Written by: The deVere Group
Retirement savings aren’t a sure thing. It is almost impossible to predict how markets will perform over time. Yes, markets generally run in cycles, but global events are unpredictable. The best we can do is base our future projections on the history of the markets and what analysts recommend. A perfect example is the last four years when we experienced a pandemic, hyperinflation, war, and super economies at odds. The previous few years witnessed significant damage to personal finance and money.
A recent survey shows that Americans used to think that $1 million saved in a pension plan was the retirement ideal. They now believe they need $1.9 million to be financially secure at retirement. While each person’s retirement needs are unique and require help through individual planning with a financial advisor, it is a bit of an eye-opener for retirement savers.

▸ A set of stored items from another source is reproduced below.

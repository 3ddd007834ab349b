import { createHash } from 'node:crypto';
import { beforeAll, expect, it } from 'vitest';
import { CalibratedQuery, CalibratedStar } from '@/lib/contracts/api/calibrated';
import { FrameInput } from '@/lib/contracts/api/frame';
import { calibratedColumns } from '@/lib/contracts/calibrated-columns';
import { logFrames } from '@/lib/server/acts/log-frames';
import { openNight } from '@/lib/server/acts/open-night';
import { execute } from '@/lib/server/data/database';
import { streamOf } from '@/lib/server/http/stream-of';
import type { PersonCaller } from '@/lib/server/policy/caller';
import { calibratedDownload } from '@/lib/server/reads/calibrated-download';
import { faultOf } from '@/tests/support/fault-of';
import { newCallers, newLogWorld } from '@/tests/support/log-world';
import { addStars, newResult, newSolution } from '@/tests/support/results';

let night: string;
let as: (name: string) => PersonCaller;
const solutions: Record<'earlier' | 'approved' | 'withdrawn', string> = {
  earlier: '',
  approved: '',
  withdrawn: '',
};

beforeAll(async () => {
  const world = await newLogWorld();
  as = await newCallers({
    observer: { roles: ['observer'] },
    photometrist: { roles: ['photometrist'] },
    manager: { roles: ['manager'] },
    otherObserver: { roles: ['observer'] },
    pi: { programmes: [[world.thistle, 'pi']] },
    coinvestigator: { programmes: [[world.marrow, 'coinvestigator']] },
    outsider: {},
  });
  const [noor, bram] = [as('observer'), as('photometrist')];
  night = (await openNight(noor, { telescope: 'larkspur', date: '2026-11-03' })).id;
  const frame = { type: 'target', band: 'V', exposure: 60 };
  for (const [object, utc_start] of [
    ['Thistle 3', '2026-11-03T22:00:00Z'],
    ['LV Marrow', '2026-11-03T22:10:00Z'],
  ])
    await logFrames(noor, night, [FrameInput.parse({ ...frame, object, utc_start })], {
      origin: 'log',
      isList: false,
    });
  const made = { night, by: bram, proposedBy: bram, approvedBy: bram };
  const earlier = await newSolution({ ...made, number: 1, state: 'superseded' });
  const approved = await newSolution({ ...made, number: 2, state: 'approved' });
  const withdrawn = await newSolution({ ...made, number: 3, state: 'withdrawn' });
  Object.assign(solutions, {
    earlier: earlier.publicId,
    approved: approved.publicId,
    withdrawn: withdrawn.publicId,
  });
  const of = (solution: typeof approved, programme: number | null) =>
    newResult({ solution, night, programme });
  await addStars(await of(earlier, world.thistle), [{ no: 1, star: 'old', v: 12 }]);
  await addStars(await of(withdrawn, world.thistle), [{ no: 1, star: 'gone', v: 12 }]);
  const own = await of(approved, world.thistle);
  await addStars(own, [
    { no: 1, star: '=cmd()', v: 12.345678, bv: -0.1, random: 0.003, flags: 1 | 256 },
    { no: 2, star: 'Quote " and, comma', v: null, bv: null },
  ]);
  await execute(
    `INSERT INTO calibrated_magnitudes (transformation_id, star_no, star, v, v_random, v_systematic)
     SELECT :own, seq, CONCAT('S ', seq), 10 + seq / 1000, 0.003, 0.004 FROM seq_3_to_4500`,
    { own },
    null,
  );
  await addStars(await of(approved, world.marrow), [{ no: 1, star: 'M 1', v: 13 }]);
  await addStars(await of(approved, null), [{ no: 1, star: 'N 1', v: 14 }]);
});

async function textOf(name: string, query: Record<string, string>): Promise<string> {
  const { text } = await calibratedDownload(as(name), night, CalibratedQuery.parse(query));
  return new Response(streamOf(text)).text();
}
const sha256 = (text: string): string => createHash('sha256').update(text).digest('hex');

function partsOf(csv: string): { head: string[]; names: string[]; rows: string[]; body: string } {
  const lines = csv.split('\r\n');
  const at = lines.findIndex((line) => !line.startsWith('#'));
  return {
    head: lines.slice(0, at),
    names: lines[at]?.split(',') ?? [],
    rows: lines.slice(at + 1, -1),
    body: csv.slice(csv.indexOf('\r\nstar,') + 2 + (lines[at]?.length ?? 0) + 2),
  };
}
const starsOf = async (name: string, query: Record<string, string> = {}): Promise<readonly string[]> => {
  const { items } = JSON.parse(await textOf(name, query)) as { items: { star: string }[] };
  return items.map(({ star }) => star);
};

it('a CSV file begins with where it comes from, and its checksum is that of its rows', async () => {
  const { head, names, rows, body } = partsOf(await textOf('pi', { format: 'csv', programme: 'MH26B-04' }));
  for (const line of [
    '# observatory: Marrow Hill Observatory',
    '# telescope: larkspur (Larkspur 0.8 m)',
    '# night: 2026-11-03',
    '#   MH26B-04',
    `# solution: ${solutions.approved}`,
    '# solution_state: approved',
    '# verdict: photometric',
    '# approved_by: a photometrist of the observatory',
    '# standards_source: Landolt 1992',
    '# options:',
    '#   a star without B or without V is taken to have B-V 0.65 ± 0.35 mag, and is flagged',
    '#   a star is flagged where the signal-to-noise ratio of all that is used in a band is below 12',
    '#   a magnitude is flagged where the offset of a frame that it rests on is above 0.09 mag',
    `# sha256: ${sha256(body)}`,
  ])
    expect(head).toContain(line);
  expect(head.some((line) => /^# exported_at: \d{4}-.*Z$/.test(line))).toBe(true);
  expect(head.some((line) => line.includes('is flagged'))).toBe(true);
  for (const { name, meaning } of calibratedColumns)
    expect(
      head.some((line) => line.startsWith(`#   ${name}`) && line.endsWith(meaning)),
      name,
    ).toBe(true);
  expect(names).toEqual(calibratedColumns.map(({ name }) => name));
  expect(rows).toHaveLength(4500);
});

it('numbers keep their digits, totals are made of both errors, and a formula is no formula', async () => {
  const { names, rows } = partsOf(await textOf('pi', { format: 'csv' }));
  const row = Object.fromEntries((rows[0] ?? '').split(',').map((cell, at) => [names[at], cell]));
  expect(row).toMatchObject({
    star: "'=cmd()",
    ra: '83.5000000',
    n_V: '3',
    V: '12.34568',
    V_random: '0.00300',
    V_systematic: '0.00400',
    V_total: '0.00500',
    BV: '-0.10000',
    UB: '',
    UB_total: '',
    bjd_tdb: '2461348.500000',
    flags: 'colour_range;time_range',
    programme: 'MH26B-04',
    solution: solutions.approved,
    night: '2026-11-03',
  });
  expect(rows[1]?.startsWith('"Quote "" and, comma",')).toBe(true);
  expect(rows[4499]?.startsWith('S 4500,,,')).toBe(true);
});

it('a JSON file is as the interface says, and its checksum is that of its items', async () => {
  const text = await textOf('pi', {});
  const { provenance, items } = JSON.parse(text) as {
    provenance: { sha256: string; solution: string; columns: unknown[]; options: string[] };
    items: unknown[];
  };
  expect(items).toHaveLength(4500);
  expect(items.map((item) => CalibratedStar.parse(item))).toEqual(items);
  expect(items[0]).toMatchObject({ star: '=cmd()', V_total: 0.005, flags: ['colour_range', 'time_range'] });
  const begin = text.indexOf('"items":[\n') + '"items":[\n'.length;
  expect(provenance.sha256).toBe(sha256(text.slice(begin, text.lastIndexOf('\n]'))));
  expect(provenance.solution).toBe(solutions.approved);
  // Those of three programmes are the same: each is said once.
  expect(provenance.options).toHaveLength(3);
  expect(provenance.columns).toHaveLength(calibratedColumns.length);
});

it.each([
  ['manager', 4502],
  ['photometrist', 4502],
  ['observer', 4502],
  ['pi', 4500],
  ['coinvestigator', 1],
])('the %s downloads what is theirs to see: %i stars', async (name, n) => {
  const stars = await starsOf(name);
  expect(stars).toHaveLength(n);
  expect(stars.includes('M 1')).toBe(name !== 'pi');
});

it.each([
  ['otherObserver', {}],
  ['outsider', {}],
  ['coinvestigator', { programme: 'MH26B-04' }],
  ['coinvestigator', { programme: '' }],
  ['pi', { programme: 'MH26B-11' }],
  ['pi', { solution: 'nosuchsoluti' }],
] as const)('for the %s there is nothing at %o', async (name, query) => {
  const fault = await faultOf(textOf(name, query));
  expect(fault.code).toBe('not-found');
});

it('an earlier solution stays readable by its id; one that was withdrawn is not', async () => {
  expect(await starsOf('pi', { solution: solutions.earlier })).toEqual(['old']);
  expect((await faultOf(textOf('pi', { solution: solutions.withdrawn }))).code).toBe('not-found');
});

it('what is still being made is refused as such', async () => {
  await execute(
    `UPDATE transformations t JOIN programmes g ON g.id = t.programme_id JOIN solutions s ON s.id = t.solution_id
        SET t.state = 'queued' WHERE g.code = 'MH26B-11' AND s.state = 'approved'`,
    {},
    null,
  );
  expect(await faultOf(textOf('coinvestigator', {}))).toMatchObject({ code: 'conflict' });
});

it('formats that are not offered are refused by name', () => {
  const { error } = CalibratedQuery.safeParse({ format: 'votable' });
  expect(error?.issues[0]?.path).toEqual(['format']);
});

Why have retirement savings expectations changed?
Basically, retirement capital has not grown as well as what was expected. Many pre-retirees are now concerned about their shrinking portfolios and the impact it would have on their retirement lifestyle. This has led to professionals rethinking their retirement plans and increasing their retirement goals to make up for the losses. Even younger professionals see the need for increased retirement savings or alternative supplements.
- Markets are not performing well – Events over the last year or two have wreaked havoc on global markets, and they have not performed well to the extent that some investments even made a loss.
- Capital shrinkage – Some investments ran at a loss, causing overall capital to shrink. This is especially the case with professionals nearing retirement age. Investment portfolios lost money, and general capital was less. This left many pre-retirees with less retirement income than they thought.
- Cost of living increase and inflation – Things cost more, and inflation rose to all-time highs. It costs more to have the same lifestyle as before. Disposable income is shrinking, and many cannot increase monthly retirement savings contributions.
- COVID and the looming global recession hit funds hard. – Many major funds battled to perform with all global economic turmoil and underperformed with sluggish growth. This, in turn, led to lower-than-expected earnings.
How to boost retirement savings
It’s not all doom and gloom for your money. There are still opportunities to make up the portfolio losses as markets rebound.
- Tax-efficient savings – Tax-efficient investing is an excellent way to increase your overall retirement capital.
- Supplemental pension contributions – once-off contributions could boost retirement savings, or you could increase monthly contributions to make up the losses.
- Private pension plans – A private pension can significantly boost retirement savings, and you can contribute to it even if unemployed or between jobs, thus avoiding the gaps associated with workplace pensions.
- Diversified funds to spread risk and avoid losses – a significant factor in protecting capital is to ensure that your portfolio is suitably diversified to spread the risk of losses.
Those with time to save can make all the difference by increasing contributions and ensuring their investments are diversified.
For those nearing retirement, don’t forget that state pensions are an excellent supplemental income to help bridge the gap. Alternatively, you might consider renting part of your home or starting a small part-time business for extra income.